Review by dGalloway

Reviewed: 10/07/03

A creepy shooter. Really.

Clive Barker's Undying is one of those games that leaves you on the edge of your seat, wondering what will await you behind that next turn. It tries to seperate itself from the pack of PC FPS games with moderately good graphics, an awesome plot, and a nice variety of gameplay features. However, they obviously forgot to tune a few finer areas, which makes this game one that will appeal only to true fans of horror.

Graphics: The graphics are...pretty good. They aren't even close to perfect, though, even on a high-powered graphics machine. Enemy design looks pretty cool, but often, it's either too dark to notice the look, or you're being too swamped by enemies to even care. Also, some of the areas look downright bizzare, which adds to the feeling, but also leaves you wondering about if you're supposed to jump there. I died many a time because of that. (7/10)
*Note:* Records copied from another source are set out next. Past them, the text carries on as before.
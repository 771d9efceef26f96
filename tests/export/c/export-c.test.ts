// The C99 export end to end: generate NAME.h / NAME.c / NAME_check.c, compile them with the
// system C compiler and run the check program, whose table holds the engine's own outputs
// (design/supervisor.ts on engine/control makeLevelHold) along a closed-loop trajectory. The C port
// is an independent implementation of the law: agreement within 1e-9 is the check; a perturbed
// constant must make it fail.
import { describe, expect, it } from 'vitest';
import { exportC } from '../../../src-main/export/c/index.ts';
import { controllerFromDesign } from '../../../src-main/design/supervisor.ts';
import { SAFETY_CAUTIONS } from '../../../src-main/safety.ts';
import { compileAndRun, worstErrors } from './compile.ts';
import { duffingDesign, duffingH, duffingHop, pendulumDesign } from '../fixtures.ts';
import { I, MGL } from '../../design/fixtures.ts';

const pend = pendulumDesign({ law: { ...pendulumDesign().law, uMax: 0.1, rateMax: 5 } });
const duffI = duffingDesign({ law: { ...duffingDesign().law, integral: { Qw: 2, antiWindup: 'conditional' } } });
const hop0 = duffingHop();
const hop = { ...hop0, law: { ...hop0.law, uMax: 0.4 } };

function perturb(files: { name: string; text: string }[], file: string, pattern: RegExp, replace: string) {
  return files.map((f) => {
    if (f.name !== file) return f;
    expect(pattern.test(f.text)).toBe(true);
    return { name: f.name, text: f.text.replace(pattern, replace) };
  });
}

describe('exportC', () => {
  it('pendulum level hold: the port reproduces the engine within 1e-9, including saturated and rate-limited samples and b = 0', () => {
    const r = exportC(pend, 'pend', { vectors: { q0: 0.5, samples: 1500 } });
    expect(r.files.map((f) => f.name)).toEqual(['pend.h', 'pend.c', 'pend_check.c']);
    const c = r.vectors.coverage;
    expect(c.rows).toBe(1500);
    expect(c.saturated).toBeGreaterThan(10);
    expect(c.rateLimited).toBeGreaterThan(10);
    expect(c.rows - c.saturated - c.rateLimited).toBeGreaterThan(10);
    expect(c.zeroB).toBeGreaterThan(0);
    // H column against the pendulum energy written by hand (elementary mechanics), not the parser.
    for (let k = 0; k < r.vectors.t.length; k += 97) {
      const q = r.vectors.q[k], v = r.vectors.v[k];
      expect(Math.abs(r.vectors.H[k] - ((I / 2) * v * v + MGL * (1 - Math.cos(q))))).toBeLessThan(1e-14);
    }
    const run = compileAndRun(r.files);
    expect(run.compilerOutput).toBe('');
    expect(run.compiled).toBe(true);
    expect(run.stdout).toMatch(/PASS/);
    expect(run.status).toBe(0);
    expect(worstErrors(run.stdout).u).toBeLessThanOrEqual(1e-9);

    // The header carries the safety cautions and the limits.
    const h = r.files[0].text;
    for (const caution of SAFETY_CAUTIONS) expect(h.replace(/\s+\*\s+/g, ' ')).toContain(caution.replace(/\s+/g, ' ').slice(0, 40));
    expect(h).toMatch(/\|u\| <= 0\.1 N m; \|du\/dt\| <= 5 N m\/s/);
    expect(h).toContain('double pend_step(pend_state *s, double q, double v, double t);');

    // A constant perturbed by 1e-6 relative must make the check fail (the test can fail).
    const bad = compileAndRun(perturb(r.files, 'pend.c', /pend_Q = 1\.0000000000000000;/, 'pend_Q = 1.0000010000000000;'));
    expect(bad.compiled).toBe(true);
    expect(bad.status).toBe(1);
    expect(bad.stdout).toMatch(/FAIL/);
  });

  it('Duffing level hold with integral action (2x2 CARE per sample): the port reproduces the engine within 1e-9', () => {
    const r = exportC(duffI, 'duffing_int', { vectors: { q0: 1.1, samples: 1500 } });
    const c = r.vectors.coverage;
    expect(c.saturated).toBeGreaterThan(10);
    expect(c.rateLimited).toBeGreaterThan(0);
    expect(c.riccatiFailures).toBe(0);
    for (let k = 0; k < r.vectors.t.length; k += 101) {
      expect(Math.abs(r.vectors.H[k] - duffingH(r.vectors.q[k], r.vectors.v[k]))).toBeLessThan(1e-14); // references.md, Duffing double well
    }
    // The integrator is at work: the engine's w is non-zero by the end (else this case would not test it).
    const sup = controllerFromDesign(duffI);
    for (let k = 0; k < r.vectors.t.length; k++) sup.step(r.vectors.q[k], r.vectors.v[k], r.vectors.t[k], 1 / duffI.sampleRateHz);
    expect(Math.abs(sup.last.w)).toBeGreaterThan(1e-3);
    const run = compileAndRun(r.files);
    expect(run.compilerOutput).toBe('');
    expect(run.status).toBe(0);
    expect(r.files[1].text).toContain('duffing_int_care2(');

    const bad = compileAndRun(perturb(r.files, 'duffing_int.c', /duffing_int_QW = 2\.0000000000000000;/, 'duffing_int_QW = 2.0000020000000000;'));
    expect(bad.status).toBe(1);
  });

  it('two-stage well hop: switches at the same sample as the engine, u within 1e-9 across the switch', () => {
    const r = exportC(hop, 'hop', { vectors: { q0: 1, v0: -0.75, samples: 2500 } });
    const c = r.vectors.coverage;
    expect(c.switches).toBe(1);
    const st = Array.from(r.vectors.stage);
    const first = st.indexOf(2);
    expect(first).toBeGreaterThan(100);
    // Independent check of the switch row: the first row with q < -0.3 and v < 0 (the design's condition).
    let expected = -1;
    for (let k = 0; k < st.length; k++) if (r.vectors.q[k] < -0.3 && r.vectors.v[k] < 0) { expected = k; break; }
    expect(first).toBe(expected);
    expect(c.saturated).toBeGreaterThan(0);
    expect(c.rateLimited).toBeGreaterThan(0);
    const body = r.files[1].text;
    expect(body).toMatch(/case 1:\n\s+if \(\(q < \(-0\.30000000000000004\)\) && \(v < 0\.0\)\)|case 1:\n\s+if \(\(q < \(-0\.29999999999999999\)\) && \(v < 0\.0\)\)/);
    const run = compileAndRun(r.files);
    expect(run.compilerOutput).toBe('');
    expect(run.stdout).toMatch(/stage mismatches 0/);
    expect(run.status).toBe(0);

    // Stage 2's target perturbed: the check must fail after the switch.
    const bad = compileAndRun(perturb(r.files, 'hop.c', /\{ 0\.080000000000000002, -0\.20000000000000001 \}/, '{ 0.080000000000000002, -0.20000020000000001 }'));
    expect(bad.status).toBe(1);
  });

  it('refuses a name that is not a C identifier, and designs the C code cannot hold, naming the argument', () => {
    expect(() => exportC(pend, '2fast')).toThrow(/^name: "2fast" is not a C identifier/);
    expect(() => exportC(pend, 'my-controller')).toThrow(/name: .* is not a C identifier/);
    expect(() => exportC(pend, 'double')).toThrow(/name: "double" is a C keyword/);
    expect(() => exportC(pend, '__x')).toThrow(/reserved/);
    expect(() => exportC(pendulumDesign({ sampleRateHz: 0 }), 'p')).toThrow(/design\.sampleRateHz/);
    expect(() => exportC(pendulumDesign({ law: { ...pend.law, Q: NaN } }), 'p')).toThrow(/design\.law\.Q/);
    expect(() => exportC(pendulumDesign({ model: { ...pend.model, energy: 'v^2 + x' } }), 'p')).toThrow(/design\.model\.energy/);
  });

  it('keeps hostile text out of the code: a design source with comment terminators stays inside the comment', () => {
    const d = pendulumDesign({ source: 'evil */ int x = 1; /* ??/\n#include <stdlib.h>' });
    const r = exportC(d, 'evil', { vectors: { samples: 50 } });
    const h = r.files[0].text;
    const comment = h.slice(0, h.indexOf('*/\n#ifndef'));
    expect(comment.slice(2)).not.toContain('*/');
    expect(h).not.toMatch(/^#include <stdlib\.h>/m);
    const run = compileAndRun(r.files);
    expect(run.compilerOutput).toBe('');
    expect(run.status).toBe(0);
  });
});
Music: There isn't any, really. It only plays at important points, such as boss battles, important mob fights, and cutscenes. What's in there is pretty impressive, though. (9/10)

Sound: The sound really adds to the game. Windows crash as enemies leap into a room, followed by the blood-curling screams of the unfortunate people that were inside the said room. It can be heard clearly, and sounds GREAT! Unfortunately, I'd rather not listen to the Tibetan War Cannon again; that one gets on my nerves FAST. (9/10)
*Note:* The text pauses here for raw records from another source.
// SVG text building for the plots: escaped text and attributes, a fixed frame with margins, and
// the document wrapper. Plain strings, no DOM.
import { COLORS, FONT_FAMILY } from './colors.ts';

/** Escapes text for XML element content and attribute values. */
export function escapeXml(s: string): string {
  return String(s).replace(/[&<>"']/g, (c) => ({ '&': '&amp;', '<': '&lt;', '>': '&gt;', '"': '&quot;', "'": '&#39;' })[c] as string)
    // Characters XML 1.0 does not allow at all (C0 controls except tab, newline, return).
    .replace(/[\u0000-\u0008\u000b\u000c\u000e-\u001f\ufffe\uffff]/g, '?');
}

/** A pixel coordinate with two decimals (enough for any screen or print). */
export function px(x: number): string {
  return Number.isFinite(x) ? String(Math.round(x * 100) / 100) : '0';
}

export function attrs(a: Record<string, string | number | undefined>): string {
  let s = '';
  for (const [k, v] of Object.entries(a)) if (v !== undefined) s += ` ${k}="${escapeXml(typeof v === 'number' ? px(v) : v)}"`;
  return s;
}

export function el(tag: string, a: Record<string, string | number | undefined>, body?: string): string {
  return body === undefined ? `<${tag}${attrs(a)}/>` : `<${tag}${attrs(a)}>${body}</${tag}>`;
}

export interface Frame {
  width: number;
  height: number;
  margin: { top: number; right: number; bottom: number; left: number };
}

export interface PlotOptions {
  width?: number;
  height?: number;
  title?: string;
}

export function frameOf(o: PlotOptions): Frame {
  const width = o.width ?? 720, height = o.height ?? 400;
  if (!(width >= 200 && width <= 10000)) throw new RangeError(`width: expected 200 to 10000 px, got ${width}`);
  if (!(height >= 150 && height <= 10000)) throw new RangeError(`height: expected 150 to 10000 px, got ${height}`);
  return { width, height, margin: { top: o.title ? 40 : 16, right: 24, bottom: 52, left: 76 } };
}

let clipCounter = 0;
/** A document-unique id (plots may be inlined several to a page). */
export function uniqueId(prefix: string): string {
  clipCounter = (clipCounter + 1) % 1e9;
  return `${prefix}-${clipCounter}`;
}

/** The standalone SVG document. */
export function svgDocument(f: Frame, body: string, title?: string, description?: string): string {
  const head = `<svg xmlns="http://www.w3.org/2000/svg" width="${f.width}" height="${f.height}" viewBox="0 0 ${f.width} ${f.height}"`
    + ` font-family="${escapeXml(FONT_FAMILY)}" font-size="12" role="img">`;
  const t = title ? `<title>${escapeXml(title)}</title>` : '';
  const d = description ? `<desc>${escapeXml(description)}</desc>` : '';
  const bg = el('rect', { x: 0, y: 0, width: f.width, height: f.height, fill: COLORS.paper });
  const heading = title ? el('text', { x: f.margin.left, y: 24, 'font-size': 15, 'font-weight': 600, fill: COLORS.ink }, escapeXml(title)) : '';
  return `${head}${t}${d}${bg}${heading}${body}</svg>\n`;
}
Plot: Now THIS is where the game REALLY shines. You control Patrick Galloway, who returns to 1920's Ireland to meet with his old friend, Jeremiah Covenant. It turns out that Patrick has power over the supernatural, due to a run-in with a fanatical cult-like army, and Jeremiah's family suffers from a curse, as his four dead siblings haunt his manor grounds. As Patrick goes on, though, things get much more complicated than that; people die, secrets are revealed, and there is much shooting and filling with lead. (10/10)

Gameplay: First, the good. The game combines Patrick's control over magic to his gunplay; he can quickly cast spells while also firing off his sawed-off with no difficulty. Also, the Scrye spell can reveal tiny pieces of plot in the form of ghosts, hidden surprises, and even a few secret areas. Now, the bad. The game still suffers from standard FPS gameplay. You shoot bad guy, you get key, you shoot other bad guy, you open door and get other key, you shoot twenty bad guys, you open door and push switch, etc. Also, the game is STRICTLY linear, in that doors magically ''jam'' themselves to keep you from coming back. (7/10)

Replay Value: Almost none. Once the plot is discovered, the game has no redeemable values. You might come back once a while, but it's highly unlikely. (1/10)

Overall: Clive Barker's Undying tries to be a good game, and does make for an interesting experience, but doesn't last long enough to really take hold. Play the game, see the story, then leave it alone.